Start of Raw data

using NodaTime;

namespace LunarShadow.Astronomy.Sites;

/// <summary>
/// A night as people name it: the local calendar date of the evening and of the morning after (ISO calendar; a caller
/// showing dates before 1582 October 15 converts them to the Julian calendar).
/// </summary>
/// <param name="Evening">The date on which the night begins.</param>
/// <param name="Morning">The next date, on which it ends.</param>
public sealed record LocalNight(LocalDate Evening, LocalDate Morning)
{
    // Common practice (observing logs, e.g. the "night of 14/15 March" convention): a night runs from local noon to
    // the next local noon, and is named by both dates.
    /// <summary>The night, noon to noon local time, that holds an instant.</summary>
    public static LocalNight Around(Instant instant, DateTimeZone zone)
    {
        var local = instant.InZone(zone).LocalDateTime;
        var evening = local.Hour >= 12 ? local.Date : local.Date.PlusDays(-1);
        return new LocalNight(evening, evening.PlusDays(1));
    }

    /// <summary>Noon local time on the evening date, as an instant (the start of the night).</summary>
    public Instant Start(DateTimeZone zone) => zone.AtLeniently(Evening.At(new LocalTime(12, 0))).ToInstant();

    /// <summary>Noon local time on the morning date, as an instant (the end of the night).</summary>
    public Instant End(DateTimeZone zone) => zone.AtLeniently(Morning.At(new LocalTime(12, 0))).ToInstant();
}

End of Raw data

*What you should do*.
Scan the records for the string "DateTimeZone" and show every line that contains it.

*Exercise solution*.
    public static LocalNight Around(Instant instant, DateTimeZone zone)
    public Instant Start(DateTimeZone zone) => zone.AtLeniently(Evening.At(new LocalTime(12, 0))).ToInstant();
    public Instant End(DateTimeZone zone) => zone.AtLeniently(Morning.At(new LocalTime(12, 0))).ToInstant();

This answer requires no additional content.